Just wrapped up my Slack loop after coming back from a two-year career gap, and the behavioral rounds were honestly the part I was most nervous about. Sharing specifics in case it helps someone.
Slack runs two dedicated behavioral rounds in the onsite. Each is 45 minutes, and they're structured around what they internally call their values (focus on authenticity, default to transparency, etc.). The questions map pretty closely to those, even if the interviewer doesn't name them.
Actual questions I was asked or heard about from others in my cohort: "Tell me about a time you had to share bad news with a stakeholder. How did you decide what to communicate and when?" "Describe a situation where you disagreed with a technical decision your team made. What did you do?" "Tell me about a project that didn't go as planned. What would you do differently?" "Give me an example of when you had to work across teams with very different working styles." "What's something you changed your mind about in the last year, professionally?"
That last one caught me off guard. It's not a standard STAR question. They want to see intellectual flexibility, not just execution stories.

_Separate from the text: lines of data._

describe("a signed report is kept as signed, and its history is marked", () => {
  const signKept = (
    testId: number,
    report: { id: number; sections: ReportSection[]; revision: number },
    by: string,
    amendmentReason?: string,
  ) =>
    signDraft(
      {
        testId,
        reportId: report.id,
        revision: report.revision,
        signer: by,
        attestation: "reviewed",
        sections: report.sections.map((s) => ({ id: s.id, title: s.title, paragraphs: s.paragraphs })),
        rechecked: [],
        ...(amendmentReason !== undefined ? { amendmentReason } : {}),
      },
      freezeReport(testId, report.id)!.freeze,
    );

  it("a version signed with its report is read back as signed, not recomputed", () => {
    const testId = saveTest({ uploadId: null, label: "Kept (invented)", record, columns: [], issues: [] });
    const first = loadReport(testId)!;
    expect(signKept(testId, first.report, "Dr A Example").ok).toBe(true);
    const kept = loadReport(testId, first.report.id)!;
    expect(kept.result).toBeUndefined(); // nothing recomputed: an engine change cannot reach it
    expect(kept.model.status).toBe("signed");
    expect(kept.model.signedBy).toBe("Dr A Example");
    expect(tables(kept)).toBe(tables(first));
    expect(kept.model.engineVersion).toBe(first.model.engineVersion);
    // the current report of the test is that signed version, shown as kept
    expect(tables(loadReport(testId))).toBe(tables(first));
    expect(loadReport(testId)!.model.signedBy).toBe("Dr A Example");
  });

  it("an amended report says so on every PDF page; the amendment names what it revises", async () => {
    const testId = saveTest({ uploadId: null, label: "Amended (invented)", record, columns: [], issues: [] });
    const v1 = loadReport(testId)!.report;
    expect(signKept(testId, v1, "Dr A Example").ok).toBe(true);
    const revised = saveDraftChecked({
      testId,
      reportId: v1.id,
      revision: getReport(v1.id)!.revision,
      shownStatus: "signed",
      sections: v1.sections.map((s) => ({
        id: s.id,
        title: s.title,
        paragraphs: s.id === "conclusion" ? ["Amended conclusion (invented)."] : s.paragraphs,
      })),
      rechecked: [],
      actor: "tester",
    });
    expect(revised.ok).toBe(true);
    const v2 = revised.ok ? revised.report : null;
    // while the revision is a draft, the signed version stands and says a revision is in progress
    expect(loadReport(testId, v1.id)!.model.versionNote).toMatch(/A revision \(version 2\) is in progress as an unsigned draft/);
    // the draft shows what signing it would change: only the text, here
    expect(loadReport(testId)!.model.valueChanges).toEqual({ sinceVersion: 1, lines: [] });
    // an amendment is not signed without its reason (none, or blank after collapsing spaces)
    for (const reason of [undefined, "   \n  ", "x"]) {
      const refused = signKept(testId, v2!, "Dr B Example", reason);
      expect(refused.ok).toBe(false);
      expect(!refused.ok && refused.errors.amendmentReason).toBe("Why does this version replace signed version 1?");
      expect(getReport(v2!.id)!.status).toBe("draft");
    }
    expect(signKept(testId, v2!, "Dr B Example", "Conclusion\n reworded  after the team's review (invented).").ok).toBe(true);
    const amended = loadReport(testId, v2!.id)!.model;
    // kept with the signature, spaces collapsed; the values it changes, read from both versions as signed
    expect(amended.amendment).toEqual({ revisesVersion: 1, reason: "Conclusion reworded after the team's review (invented)." });
    expect(JSON.parse(getReport(v2!.id)!.signedModelJson!).amendment).toEqual(amended.amendment);
    expect(amended.valueChanges).toEqual({ sinceVersion: 1, lines: [] });
    const amendedText = execFileSync("pdftotext", ["-", "-"], { input: await renderReportPdf(amended) })
      .toString()
      .replace(/\s+/g, " ");
    expect(amendedText).toContain(
      "Amends signed version 1. Reason: Conclusion reworded after the team's review (invented). No key value, threshold or scheme result differs from version 1.",
    );
    const old = loadReport(testId, v1.id)!.model;
    expect(old.versionNote).toMatch(
      /^Version 1 of 2\. Superseded: version 2 \(the amended report\), signed by Dr B Example on .+ UTC, replaces this report\.$/,
    );
    expect(loadReport(testId, v2!.id)!.model.versionNote).toMatch(/^Version 2 of 2\. Revises version 1, signed by Dr A Example/);
    // every page of the old version's PDF (pdftotext, poppler: pages split at form feeds)
    const file = path.join(dir, "amended.pdf");
    fs.writeFileSync(file, await renderReportPdf(old));
    const pages = execFileSync("pdftotext", [file, "-"])
      .toString()
      .split("\f")
      .filter((p) => p.trim() !== "");
    expect(pages.length).toBeGreaterThan(1);
    for (const page of pages)
      expect(page.replace(/\s+/g, " ")).toMatch(/Superseded: version 2 \(the amended report\), signed by Dr B Example/);
  });

  it("a draft after a corrected body mass lists the reported values that differ from the signed version", () => {
    const testId = saveTest({ uploadId: null, label: "Changed values (invented)", record, columns: [], issues: [] });
    const v1 = loadReport(testId)!;
    expect(signKept(testId, v1.report, "Dr A Example").ok).toBe(true);
    const weightKg = record.patient.weightKg!;
    const change = correctWeight(testId, weightKg + 15);
    expect(change.ok).toBe(true);
    const draft = loadReport(testId)!.model;
    expect(draft.valueChanges?.sinceVersion).toBe(1);
    const row = (m: typeof draft) => m.keyValues.find((r) => r.label === "Peak VO2 per kg")!;
    const was = Number(row(v1.model).value);
    const now = Number(row(draft).value);
    // the same VO2 over 15 kg more: per kg by weight / (weight + 15), to the 0.1 shown
    expect(Math.abs(now - (was * weightKg) / (weightKg + 15))).toBeLessThanOrEqual(0.1);
    expect(draft.valueChanges!.lines).toContainEqual(
      expect.stringMatching(new RegExp(`^Peak VO2 per kg: ${was.toFixed(1)} mL/kg/min → ${now.toFixed(1)} mL/kg/min`)),
    );
    // peak VO2 in mL/min does not depend on the mass: its measured value is not listed (its predicted value is, as
    // the predicted equation reads the body mass)
    expect(draft.valueChanges!.lines.some((l) => /^Peak VO2: \d+ mL\/min →/.test(l))).toBe(false);
    expect(draft.valueChanges!.lines).toContainEqual(expect.stringMatching(/^Peak VO2: % predicted \d+ → \d+, predicted /));
  });

  it("a version signed before reports were kept says it is rebuilt; a later data correction is named as such", () => {
    const { testId, first } = signedTest(); // signed without keeping the report, as before migration 5
    const legacy = loadReport(testId, first.report.id)!.model.versionNote!;
    expect(legacy).toMatch(
      /Signed before signed reports were kept as signed: rebuilt by engine \S+ from the record and settings/,
    );
    const weightKg = record.patient.weightKg!;
    correctWeight(testId, weightKg + 10);
    loadReport(testId); // the current report: a draft for the corrected data
    expect(loadReport(testId, first.report.id)!.model.versionNote).toMatch(
      /Changed after this version was signed: patient details changed: weight \d+ kg → \d+ kg\. The values here are those at signing; version 2, for the changed test, is an unsigned draft, and until it is signed this version remains the signed report\./,
    );
  });
});
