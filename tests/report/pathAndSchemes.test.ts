import { describe, expect, it } from "vitest";
import { analyse } from "../../lib/analysis";
import { UNCOMBINED_SCHEME_TEXT } from "../../lib/interpret";
import { buildReportModel } from "../../lib/report/buildReportModel";
import { initialDraftSections } from "../../lib/report/initialDraftSections";
import { demoLabel, demoRecord } from "./demoRecord";

// INVENTED demo cases (synthetic generator presets, fixed seeds): wording checks on the report model.
describe("report: interpretation path and schemes in words", () => {
  it("each value is listed once per step and category conditions (sex) are not shown as cut-offs", async () => {
    const record = await demoRecord("heart-failure");
    const result = analyse(record);
    const model = buildReportModel(result, record, demoLabel("heart-failure"), {
      status: "draft",
      sections: initialDraftSections(result),
    });
    for (const step of model.path) {
      const values = step.value.split("; ");
      expect(new Set(values).size).toBe(values.length);
      expect(step.cutoff).not.toMatch(/^Sex |; Sex /);
    }
  });

  it("a scheme without a combined category says so in its own words, not 'not assessable'", async () => {
    const record = await demoRecord("pulmonary-vascular");
    const result = analyse(record);
    const model = buildReportModel(result, record, demoLabel("pulmonary-vascular"), {
      status: "draft",
      sections: initialDraftSections(result),
    });
    const uncombined = result.interpretation.schemes.filter((s) => s.overallText === UNCOMBINED_SCHEME_TEXT).map((s) => s.name);
    expect(uncombined.length).toBeGreaterThan(0);
    for (const name of uncombined) expect(model.schemes.find((s) => s.name === name)!.category).toBe(UNCOMBINED_SCHEME_TEXT);
  });
});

What they're evaluating under the surface: how clearly you communicate, whether you own your failures, and whether you respect others' perspectives. People who give perfectly polished "I did everything right" answers apparently land flat. Admitting you got something wrong and showing what you learned is actually the stronger signal.
For prep: I used a structured story bank method where I pre-wrote out 8-10 STAR stories with different themes (conflict, failure, influence without authority, big scope, fast-paced decision). You won't need all of them but having them ready lets you adapt quickly.
Slack's behavioral bar is real. This isn't a formality round.